All scientists know the value of high quality and consistent data. It is the first variable you want to eliminate, leaving you to concentrate on interpreting a result rather than worrying about lack of resolution or introduced artifacts. And while it can seem tricky to work out the optimal settings for your signal, it is well worth doing right early on - understanding whether your signal needs conditioning as you are recording is much more efficient than trying to manipulate your data retrospectively when some information may be lost. Here, we’ll discuss the essentials of optimizing your sampling rate, amplification and filtering settings to get the best data quality for waveform signals.

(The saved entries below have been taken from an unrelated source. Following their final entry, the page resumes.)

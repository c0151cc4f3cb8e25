import { and, asc, desc, eq, inArray, isNull, sql } from "drizzle-orm";
import { assertCan, type Member } from "@/lib/auth/can";
import type { LinesValues } from "@/lib/estimates/schemas";
import { ConflictError, notFound } from "@/lib/errors";
import { computeTotals } from "@/lib/money";
import { COLLECTION_STATUS, JOB_STATUS_LABELS } from "@/lib/vocabulary";
import { getDb } from "../client";
import { estimateLines, estimates, invoiceLines, invoices, jobs, workshops } from "../schema";
import { touchJob } from "./job-access";
import { insertLogEntry } from "./log";
import { jobInWorkshop, priceLines, type PricedLineRow } from "./money-lines";

/**
 * Invoices are the owner's alone (docs/PRODUCT.md: technicians and apprentices never see them). Numbers run per
 * workshop without gaps: the counter is bumped inside the same transaction that inserts the invoice.
 */

const INVOICEABLE = [COLLECTION_STATUS, "returned"] as const;

export function listInvoicesForJob(member: Member, jobId: number) {
  assertCan(member, "seeMoney", "see invoices");
  if (!jobInWorkshop(getDb(), member.workshopId, jobId)) throw notFound("That job");
  return getDb()
    .select({
      id: invoices.id,
      number: invoices.number,
      status: invoices.status,
      currency: invoices.currency,
      totalMinor: invoices.totalMinor,
      issuedAt: invoices.issuedAt,
      paidAt: invoices.paidAt,
      sentAt: invoices.sentAt,
      viewedAt: invoices.viewedAt,
    })
    .from(invoices)
    .where(and(eq(invoices.workshopId, member.workshopId), eq(invoices.jobId, jobId)))
    .orderBy(desc(invoices.number))
    .all();
}

export function getInvoice(member: Member, invoiceId: number) {
  assertCan(member, "seeMoney", "see invoices");
  const db = getDb();
  const row = db
    .select({
      invoice: invoices,
      workshop: { name: workshops.name, contactEmail: workshops.contactEmail, contactPhone: workshops.contactPhone, address: workshops.address },
    })
    .from(invoices)
    .innerJoin(workshops, eq(workshops.id, invoices.workshopId))
    .where(and(eq(invoices.id, invoiceId), eq(invoices.workshopId, member.workshopId)))
    .get();
  if (!row) throw notFound("That invoice");
  const lines = db.select().from(invoiceLines).where(eq(invoiceLines.invoiceId, invoiceId)).orderBy(asc(invoiceLines.position)).all();
  const job = jobInWorkshop(db, member.workshopId, row.invoice.jobId)!;
  // Neither the payment session nor the pay link's hash leaves the server.
  const { checkoutSessionId: _session, payTokenHash: _pay, ...invoice } = row.invoice;
  const payLinkExpired = !!invoice.payTokenExpiresAt && invoice.payTokenExpiresAt.getTime() < Date.now();
  return { ...invoice, payLinkExpired, lines, job, workshop: row.workshop };
}

function approvedEstimateLines(tx: Pick<ReturnType<typeof getDb>, "select">, workshopId: number, jobId: number) {
  const approved = tx
    .select({ id: estimates.id })
    .from(estimates)
    .where(and(eq(estimates.workshopId, workshopId), eq(estimates.jobId, jobId), eq(estimates.status, "approved")))
    .orderBy(desc(estimates.id))
    .limit(1)
    .get();
  if (!approved) return null;
  const lines = tx.select().from(estimateLines).where(eq(estimateLines.estimateId, approved.id)).orderBy(asc(estimateLines.position)).all();
  return {
    estimateId: approved.id,
    lines: lines.map(({ kind, description, quantityMilli, unitPriceMinor, partId, position }): PricedLineRow => ({
      kind,
      description,
      quantityMilli,
      unitPriceMinor,
      partId,
      position,
    })),
  };
}

/** Issue the job's invoice: from the given lines (the estimate plus changes) or the approved estimate as it stands. */
export function issueInvoice(member: Member, jobId: number, input: { lines?: LinesValues["lines"] }) {
  assertCan(member, "seeMoney", "issue invoices");
  const id = getDb().transaction((tx) => {
    const job = jobInWorkshop(tx, member.workshopId, jobId);
    if (!job) throw notFound("That job");
    if (!(INVOICEABLE as readonly string[]).includes(job.status))
      throw new ConflictError(`Invoice a job once it is “${JOB_STATUS_LABELS[COLLECTION_STATUS]}”: finished and ready for its owner.`);
    const open = tx
      .select({ number: invoices.number })
      .from(invoices)
      .where(and(eq(invoices.workshopId, member.workshopId), eq(invoices.jobId, jobId), inArray(invoices.status, ["issued", "paid"])))
      .get();
    if (open) throw new ConflictError(`This job already has invoice ${open.number}; void it before issuing another.`);
    const approved = approvedEstimateLines(tx, member.workshopId, jobId);
    const lines = input.lines ? priceLines(tx, member.workshopId, jobId, input.lines) : approved?.lines;
    if (!lines?.length) throw new ConflictError("There is no approved estimate to invoice; enter the lines to invoice.");
    // The counter and the invoice move together: a failure below rolls the number back, so there are no gaps.
    const counter = tx
      .update(workshops)
      .set({ lastInvoiceNumber: sql`${workshops.lastInvoiceNumber} + 1` })
      .where(eq(workshops.id, member.workshopId))
      .returning({ number: workshops.lastInvoiceNumber, currency: workshops.currency, taxRateBp: workshops.taxRateBp })
      .get();
    const totals = computeTotals(lines, counter.taxRateBp);
    const invoice = tx
      .insert(invoices)
      .values({
        jobId,
        workshopId: member.workshopId,
        estimateId: approved?.estimateId ?? null,
        number: counter.number,
        currency: counter.currency,
        taxRateBp: counter.taxRateBp,
        subtotalMinor: totals.subtotalMinor,
        taxMinor: totals.taxMinor,
        totalMinor: totals.totalMinor,
        issuedAt: new Date(),
      })
      .returning({ id: invoices.id })
      .get();
    tx.insert(invoiceLines)
      .values(
        lines.map((l, i) => ({
          invoiceId: invoice.id,
          kind: l.kind,
          description: l.description,
          quantityMilli: l.quantityMilli,
          unitPriceMinor: l.unitPriceMinor,
          amountMinor: totals.lines[i],
          position: i,
        })),
      )
      .run();
    // No amounts in the Log: apprentices read it.
    insertLogEntry(tx, {
      jobId,
      workshopId: member.workshopId,
      authorId: member.userId,
      kind: "invoice",
      text: `Invoice ${counter.number} issued.`,
      data: { invoiceId: invoice.id, event: "issued" },
    });
    touchJob(member, jobId, tx);
    return invoice.id;
  });
  return getInvoice(member, id);
}

export function voidInvoice(member: Member, invoiceId: number) {
  assertCan(member, "seeMoney", "void invoices");
  getDb().transaction((tx) => {
    const invoice = tx
      .select()
      .from(invoices)
      .where(and(eq(invoices.id, invoiceId), eq(invoices.workshopId, member.workshopId)))
      .get();
    if (!invoice) throw notFound("That invoice");
    if (invoice.status !== "issued") throw new ConflictError(invoice.status === "paid" ? "A paid invoice cannot be voided." : "This invoice is already void.");
    tx.update(invoices).set({ status: "void" }).where(eq(invoices.id, invoiceId)).run();
    insertLogEntry(tx, {
      jobId: invoice.jobId,
      workshopId: member.workshopId,
      authorId: member.userId,
      kind: "invoice",
      text: `Invoice ${invoice.number} voided.`,
      data: { invoiceId, event: "void" },
    });
  });
  return getInvoice(member, invoiceId);
}

/** What checkout needs, for the owner only; includes the current session id, never sent to the browser. */
export function invoiceForCheckout(member: Member, invoiceId: number) {
  assertCan(member, "seeMoney", "take payments");
  const invoice = getDb()
    .select({
      id: invoices.id,
      number: invoices.number,
      status: invoices.status,
      currency: invoices.currency,
      totalMinor: invoices.totalMinor,
      checkoutSessionId: invoices.checkoutSessionId,
      customerEmail: jobs.customerEmail,
      workshopId: invoices.workshopId,
      workshopName: workshops.name,
    })
    .from(invoices)
    .innerJoin(jobs, eq(jobs.id, invoices.jobId))
    .innerJoin(workshops, eq(workshops.id, invoices.workshopId))
    .where(and(eq(invoices.id, invoiceId), eq(invoices.workshopId, member.workshopId)))
    .get();
  if (!invoice) throw notFound("That invoice");
  if (invoice.status !== "issued") throw new ConflictError(invoice.status === "paid" ? "This invoice is already paid." : "This invoice is void.");
  return invoice;
}

/**
 * Stores a new session id only if the invoice still has the one the caller saw (`previous`): of two payment
 * pages opened at once, one is kept and the other caller is told to use it. False when it lost.
 */
export function recordCheckoutSession(member: Member, invoiceId: number, sessionId: string, previous: string | null): boolean {
  assertCan(member, "seeMoney", "take payments");
  return (
    getDb()
      .update(invoices)
      .set({ checkoutSessionId: sessionId })
      .where(and(eq(invoices.id, invoiceId), eq(invoices.workshopId, member.workshopId), eq(invoices.status, "issued"), sameSession(previous)))
      .run().changes === 1
  );
}

/** The compare half of recordCheckoutSession's compare-and-set; the pay link's recorder uses it too. */
export const sameSession = (previous: string | null) => (previous === null ? isNull(invoices.checkoutSessionId) : eq(invoices.checkoutSessionId, previous));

We’ll focus on biological signals recorded via a data acquisition unit (DAQ). In this case, you will be using a transducer to collect an analog signal, which is converted to a digital signal by your DAQ unit.

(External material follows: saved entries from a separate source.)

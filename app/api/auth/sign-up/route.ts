import { NextResponse } from "next/server";
import { createWorkshopWithOwner, emailTaken } from "@/db/queries/auth";
import { signUpSchema } from "@/lib/auth/schemas";
import { assertStrongPassword } from "@/lib/auth/strength";
import { startSession } from "@/server/auth/session";
import { clientId, gatedHash, takeAttempt, throttles } from "@/server/auth/throttles";
import { HttpError } from "@/server/http/errors";
import { route } from "@/server/http/route";

const TAKEN = "That e-mail already has an account.";

export const POST = route({ auth: "public", body: signUpSchema }, async ({ request, body: input }) => {
  // Every sign-up costs a hash and a workshop: a few per client per hour, counted before either.
  takeAttempt(throttles.signUps, clientId(request), "sign-ups from here");
  if (emailTaken(input.email)) throw new HttpError(409, TAKEN, { email: "That e-mail already has an account; sign in instead." });
  assertStrongPassword(input.password, [input.email, input.name, input.workshopName]);
  const passwordHash = await gatedHash(input.password);
  let created;
  try {
    created = createWorkshopWithOwner({ ...input, passwordHash });
  } catch (err) {
    // Two sign-ups racing for one address: the unique index decides.
    if (String(err).includes("UNIQUE")) throw new HttpError(409, TAKEN, { email: "That e-mail already has an account; sign in instead." });
    throw err;
  }
  await startSession(created.userId, created.sessionVersion);
  return NextResponse.json(
    {
      user: { id: created.userId, email: input.email, name: input.name },
      workshop: { id: created.workshopId, name: input.workshopName },
      role: "owner",
    },
    { status: 201 },
  );
});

Data acqusition setup diagram

The resulting digital signal is sampled (or recorded) at regular intervals by your analysis software which, in turn, will store and display the data on your computer.

Analog signal with digital sampling diagram

Sampling Rate

The regular interval at which the software ‘asks’ the DAQ unit for the voltage of the signal, is known as the sampling rate. For example, if your sampling rate is 10 Hz, your software will record a data value 10 times in every second. Each sampled point is recorded by your analysis software and contributes to the resulting curve. As you will see, the space between the points has an effect on how the curve is represented when they are joined.

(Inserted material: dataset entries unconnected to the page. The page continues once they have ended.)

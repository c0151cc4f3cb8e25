import { and, asc, eq, lt, ne, or, sql } from "drizzle-orm";
import { hashToken, newToken } from "@/lib/auth/tokens";
import { getDb, type DbOrTx } from "../client";
import { memberships, sessions, users } from "../schema";
import { recordAudit, type AuditAction } from "./audit";

/**
 * Server-side sessions: the cookie holds a random id, the table its SHA-256. These run before (or while)
 * a Member is known, so they take user ids; the session id is the credential.
 */

/** lastSeenAt is written at most this often, so reading a page is not a database write each time. */
export const TOUCH_EVERY_MS = 60 * 1000;

/** Opens a session; expired and idle rows of everyone are swept on the way (an indexless scan of a small table). */
export function createSession(userId: number, opts: { ttlMs: number; idleMs: number; now?: number }): string {
  const now = opts.now ?? Date.now();
  const { token, hash } = newToken();
  const db = getDb();
  db.transaction((tx) => {
    tx.delete(sessions)
      .where(or(lt(sessions.expiresAt, new Date(now)), lt(sessions.lastSeenAt, new Date(now - opts.idleMs))))
      .run();
    tx.insert(sessions)
      .values({ userId, tokenHash: hash, lastSeenAt: new Date(now), expiresAt: new Date(now + opts.ttlMs) })
      .run();
  });
  return token;
}

export type SessionCheck = "live" | "ended";

/**
 * Is this session still live for this user? Ends it (deletes the row) when it has expired or sat idle for
 * `idleMs`; otherwise notes that it was seen, at most once a minute.
 */
export function checkSession(token: string, userId: number, opts: { idleMs: number; now?: number }): SessionCheck {
  const now = opts.now ?? Date.now();
  const db = getDb();
  const row = db
    .select({ id: sessions.id, userId: sessions.userId, lastSeenAt: sessions.lastSeenAt, expiresAt: sessions.expiresAt })
    .from(sessions)
    .where(eq(sessions.tokenHash, hashToken(token)))
    .get();
  if (!row || row.userId !== userId) return "ended";
  if (row.expiresAt.getTime() <= now || now - row.lastSeenAt.getTime() > opts.idleMs) {
    db.delete(sessions).where(eq(sessions.id, row.id)).run();
    return "ended";
  }
  if (now - row.lastSeenAt.getTime() >= TOUCH_EVERY_MS)
    db.update(sessions)
      .set({ lastSeenAt: new Date(now) })
      .where(eq(sessions.id, row.id))
      .run();
  return "live";
}

export function deleteSession(token: string): void {
  getDb()
    .delete(sessions)
    .where(eq(sessions.tokenHash, hashToken(token)))
    .run();
}

/** Ends every session of a user, or every one but `keepToken`'s. */
export function deleteUserSessions(userId: number, keepToken?: string, tx: DbOrTx = getDb()): void {
  const mine = eq(sessions.userId, userId);
  tx.delete(sessions)
    .where(keepToken ? and(mine, ne(sessions.tokenHash, hashToken(keepToken))) : mine)
    .run();
}

/** Sign out everywhere: every session row goes and the session version moves on, in one transaction. */
export function endAllSessions(userId: number): void {
  getDb().transaction((tx) => {
    deleteUserSessions(userId, undefined, tx);
    tx.update(users)
      .set({ sessionVersion: sql`${users.sessionVersion} + 1` })
      .where(eq(users.id, userId))
      .run();
  });
}

/** Audit events about a person's own account go to each of their workshops, so every owner sees them. */
export function auditAccountEvent(userId: number, action: AuditAction, detail: Record<string, unknown> = {}, onlyWorkshopId?: number): void {
  const db = getDb();
  const user = db.select({ name: users.name, email: users.email }).from(users).where(eq(users.id, userId)).get();
  if (!user) return;
  const rows = db.select({ workshopId: memberships.workshopId }).from(memberships).where(eq(memberships.userId, userId)).orderBy(asc(memberships.id)).all();
  db.transaction((tx) => {
    for (const r of rows) {
      if (onlyWorkshopId !== undefined && r.workshopId !== onlyWorkshopId) continue;
      recordAudit(tx, { workshopId: r.workshopId, actorUserId: userId, action, detail: { name: user.name, email: user.email, ...detail } });
    }
  });
}

/** The account behind an address, for audit events about sign-in attempts; null for an unknown address. */
export function userIdForEmail(email: string): number | null {
  return getDb().select({ id: users.id }).from(users).where(eq(users.email, email.toLowerCase())).get()?.id ?? null;
}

If sampling rate is too low:

  • Information will be lost.
  • The original signal will not be represented correctly.

If sampling rate is too high:

  • Signal may contain excessive noise or artifacts.
  • E.g. if measuring EGG, a normal frequency is 3 Hz, but if you run it at 10000 Hz you will end up contaminating your signal with things like abdominal muscle activity which the high rate will pick up.
  • Excess data increases processing time or huge disk files.

 

Analog ECG waveform diagram
Original signal.
ECG digital sampling diagram
Sampling rate is too low.
Digital ECG waveform diagram
Sampling rate is too high.

Two rules to help you choose your sampling rate

Appropriate sampling rates depend on the signal to be measured. While often your equipment will come with suggested sampling rates for different signals, it’s a good idea to check them rather than following the suggestions blindly. Here are two rules to keep in mind when you are choosing your sampling rate.

1. The Nyquist frequency

The minimum rate at which digital sampling can accurately record an analog signal is known as the Nyquist Frequency, which is double the highest expected signal frequency.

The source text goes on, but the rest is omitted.